> WHAT TO WORK ON
What you print must match the data line for line.

> DATA TO PROCESS
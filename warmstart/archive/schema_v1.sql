-- warmstart archive schema, version 1.
-- Applied in one transaction by warmstart.archive.store when an archive is created.
CREATE TABLE schema_version (
    version        INTEGER   NOT NULL,
    applied_at     TIMESTAMP NOT NULL,
    duckdb_version VARCHAR   NOT NULL
);
CREATE TABLE archive_info (
    archive_id VARCHAR   NOT NULL,
    created_at TIMESTAMP NOT NULL
);
CREATE SEQUENCE task_ids START 1;
CREATE SEQUENCE space_ids START 1;
CREATE SEQUENCE study_ids START 1;
CREATE TABLE tasks (
    task_id     BIGINT PRIMARY KEY,
    name        VARCHAR   NOT NULL,
    fingerprint VARCHAR   NOT NULL,
    kind        VARCHAR   NOT NULL CHECK (kind IN ('classification', 'regression')),
    target      VARCHAR   NOT NULL,
    n_rows      BIGINT,
    n_features  BIGINT,
    created_at  TIMESTAMP NOT NULL,
    source      VARCHAR
);
CREATE TABLE profiles (
    task_id BIGINT  NOT NULL,
    feature VARCHAR NOT NULL,
    value   DOUBLE  NOT NULL,
    version VARCHAR NOT NULL
);
CREATE TABLE spaces (
    space_id     BIGINT PRIMARY KEY,
    learner      VARCHAR NOT NULL,
    definition   VARCHAR NOT NULL,
    content_hash VARCHAR NOT NULL
);
CREATE TABLE studies (
    study_id       BIGINT PRIMARY KEY,
    task_id        BIGINT    NOT NULL,
    learner        VARCHAR   NOT NULL,
    space_id       BIGINT    NOT NULL,
    metric         VARCHAR   NOT NULL,
    direction      VARCHAR   NOT NULL CHECK (direction IN ('maximize', 'minimize')),
    origin         VARCHAR   NOT NULL CHECK (origin IN ('cold', 'warm', 'imported')),
    prior          VARCHAR,
    created_at     TIMESTAMP NOT NULL,
    finished_at    TIMESTAMP,
    owner          VARCHAR,
    tags           VARCHAR   NOT NULL DEFAULT '{}',
    source_archive VARCHAR,
    merged_at      TIMESTAMP
);
CREATE TABLE trials (
    study_id    BIGINT  NOT NULL,
    number      INTEGER NOT NULL,
    config      VARCHAR NOT NULL,
    score       DOUBLE,
    status      VARCHAR NOT NULL CHECK (status IN ('ok', 'failed')),
    cost_s      DOUBLE,
    started_at  TIMESTAMP,
    finished_at TIMESTAMP,
    error       VARCHAR,
    content_key VARCHAR USING COMPRESSION uncompressed NOT NULL  -- random hex: compression only costs time
);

> ANSWER TO THIS TASK
filename warmstart/archive/schema_v1.sql
-- warmstart archive schema, version 1.
-- Applied in one transaction by warmstart.archive.store when an archive is created.
CREATE TABLE schema_version (
    version        INTEGER   NOT NULL,
    applied_at     TIMESTAMP NOT NULL,
    duckdb_version VARCHAR   NOT NULL
);
CREATE TABLE archive_info (
    archive_id VARCHAR   NOT NULL,
    created_at TIMESTAMP NOT NULL
);
CREATE SEQUENCE task_ids START 1;
CREATE SEQUENCE space_ids START 1;
CREATE SEQUENCE study_ids START 1;
CREATE TABLE tasks (
    task_id     BIGINT PRIMARY KEY,
    name        VARCHAR   NOT NULL,
    fingerprint VARCHAR   NOT NULL,
    kind        VARCHAR   NOT NULL CHECK (kind IN ('classification', 'regression')),
    target      VARCHAR   NOT NULL,
    n_rows      BIGINT,
    n_features  BIGINT,
    created_at  TIMESTAMP NOT NULL,
    source      VARCHAR
);
CREATE TABLE profiles (
    task_id BIGINT  NOT NULL,
    feature VARCHAR NOT NULL,
    value   DOUBLE  NOT NULL,
    version VARCHAR NOT NULL
);
CREATE TABLE spaces (
    space_id     BIGINT PRIMARY KEY,
    learner      VARCHAR NOT NULL,
    definition   VARCHAR NOT NULL,
    content_hash VARCHAR NOT NULL
);
CREATE TABLE studies (
    study_id       BIGINT PRIMARY KEY,
    task_id        BIGINT    NOT NULL,
    learner        VARCHAR   NOT NULL,
    space_id       BIGINT    NOT NULL,
    metric         VARCHAR   NOT NULL,
    direction      VARCHAR   NOT NULL CHECK (direction IN ('maximize', 'minimize')),
    origin         VARCHAR   NOT NULL CHECK (origin IN ('cold', 'warm', 'imported')),
    prior          VARCHAR,
    created_at     TIMESTAMP NOT NULL,
    finished_at    TIMESTAMP,
    owner          VARCHAR,
    tags           VARCHAR   NOT NULL DEFAULT '{}',
    source_archive VARCHAR,
    merged_at      TIMESTAMP
);
CREATE TABLE trials (
    study_id    BIGINT  NOT NULL,
    number      INTEGER NOT NULL,
    config      VARCHAR NOT NULL,
    score       DOUBLE,
    status      VARCHAR NOT NULL CHECK (status IN ('ok', 'failed')),
    cost_s      DOUBLE,
    started_at  TIMESTAMP,
    finished_at TIMESTAMP,
    error       VARCHAR,
    content_key VARCHAR USING COMPRESSION uncompressed NOT NULL  -- random hex: compression only costs time
);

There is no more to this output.